- **Task prompt**
Would you retype, word for word, the line with "bool bh_cif_number(double *number, int" and every line after it through the end of the records below?

### Task data

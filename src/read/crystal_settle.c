#include "read/crystal.h"

#include <string.h>

#include "physics/crowding.h"
#include "physics/symmetry.h"

/* An atom that fills its place stands once there: images up to 0.1 Å away are itself. True when
 * it was beside a special position by more than its digits say. */
static bool settle(bh_site *site, const bh_phase *phase)
{
	double exact[3];
	double next_A = bh_symmetry_image_A(&phase->group, &phase->cell, site->at,
					    site->reach_A);
	bool beside = next_A < 0.1 && site->occupancy > 0.51;

	if (beside)
		site->reach_A = 0.15;
	bh_symmetry_settle(exact, &phase->group, &phase->cell, site->at, site->reach_A);
	memcpy(site->at, exact, sizeof exact);
	return beside;
}

/* The file is taken at its word: what it lists twice scatters twice, and is said. */
static bool remark_repeated(bh_crystal *c)
{
	bh_phase *phase = c->phase;
	bool *repeats = bh_new(c->arena, bool, phase->site_count);
	bh_err err = { BH_OK, 0, 0, "", "", "" };
	bh_text labels = { 0 };

	if (!repeats || !bh_crowding_repeats(repeats, phase, &err)) {
		c->problems->lost = true;
		return false;
	}
	for (size_t i = 0; i < phase->site_count; i++)
		if (repeats[i])
			bh_crystal_list(&labels, phase->sites[i].label);
	if (labels.length)
		bh_crystal_remark(c, BH_CAUTION, bh_crystal_place(c, NULL),
				  "these sites repeat others by symmetry, so one place is "
				  "filled more than once: %s\ntake them out of the file",
				  labels.bytes);
	bh_text_free(&labels);
	return true;
}

bool bh_crystal_settle(bh_crystal *c)
{
	bh_phase *phase = c->phase;
	bh_text labels = { 0 };

	for (size_t i = 0; i < phase->site_count; i++)
		if (settle(&phase->sites[i], phase))
			bh_crystal_list(&labels, phase->sites[i].label);
	if (labels.length)
		bh_crystal_remark(c, BH_NOTE, bh_crystal_place(c, NULL),
				  "these sites stand beside a special position and are put "
				  "on it: %s",
				  labels.bytes);
	bh_text_free(&labels);
	return phase->site_count == 0 || remark_repeated(c);
}
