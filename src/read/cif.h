#ifndef READ_CIF_H
#define READ_CIF_H

#include <stdbool.h>
#include <stddef.h>

#include "base/arena.h"
#include "base/err.h"

/* Reader of the crystallographic information file, versions 1.1 and 2.0 (S. R. Hall & B. McMahon,
 * International Tables G (2005), 2.2; H. J. Bernstein et al., J. Appl. Cryst. 49 (2016) 277).
 * Values stay where they stand in the file; only those of wanted names are kept, so that memory
 * grows with what is asked for. Lists and tables of version 2.0 are passed over as one value;
 * what stands inside save frames is passed over. Bytes above 127 may be anything. */

typedef struct {
	const char *text; /* not terminated                      */
	unsigned length;
	unsigned line : 31;
	unsigned quoted : 1; /* in quotes, or a text field           */
} bh_cif_value;

typedef struct {
	const char *name; /* the wanted name                     */
	unsigned line;	  /* where the name stands               */
	unsigned loop;	  /* number of its loop, 0: not in a loop */
	bh_cif_value *values;
	size_t count, room;
} bh_cif_item;

typedef struct {
	char name[76];
	unsigned line;
	bh_cif_item *items;
	size_t count;
} bh_cif_block;

typedef struct {
	const char *file; /* borrowed; stands in every place */
	const char *bytes;
	size_t length;
	bh_cif_block *blocks;
	size_t count;
} bh_cif;

/* Take a file apart.
 *   given    wanted  names as bh_cif_item holds them: small letters, "_" for ".": the names of
 *                    the dictionaries before and after DDLm and DDL2 become one
 *   false    noted, with line and column: what is no CIF, or memory */
bool bh_cif_parse(bh_cif *cif, bh_arena *arena, const char *const *wanted, size_t wanted_count,
		  bh_problems *problems);

/* An item of a block by the first of its names (separated by blanks) that is there with a value;
 * NULL when none is. */
const bh_cif_item *bh_cif_find(const bh_cif_block *block, const char *names);

/* '?' or '.', not in quotes: not known, does not apply. value NULL: as '.'. */
bool bh_cif_is_unknown(const bh_cif_value *value);

/* Where a value begins. */
bh_place bh_cif_place(const bh_cif *cif, const bh_cif_value *value);

/* A number with or without standard uncertainty: 4.7602(4), -.5, 1.2E-3.
 *   returns  *number; decimals, when not NULL: digits behind the point, as the precision
 *   false    no number */
bool bh_cif_number(double *number, int *decimals, const bh_cif_value *value);

/* The same with fractions, "1/3"; *fraction: it was one. */
bool bh_cif_coordinate(double *number, int *decimals, bool *fraction,
		       const bh_cif_value *value);

/* Copy a value as a terminated text, blanks around and line ends inside removed, cut to room. */
void bh_cif_text(char *to, size_t room, const bh_cif_value *value);

#endif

######

- **Result of the task**
bool bh_cif_number(double *number, int *decimals, const bh_cif_value *value);

/* The same with fractions, "1/3"; *fraction: it was one. */
bool bh_cif_coordinate(double *number, int *decimals, bool *fraction,
		       const bh_cif_value *value);

/* Copy a value as a terminated text, blanks around and line ends inside removed, cut to room. */
void bh_cif_text(char *to, size_t room, const bh_cif_value *value);

#endif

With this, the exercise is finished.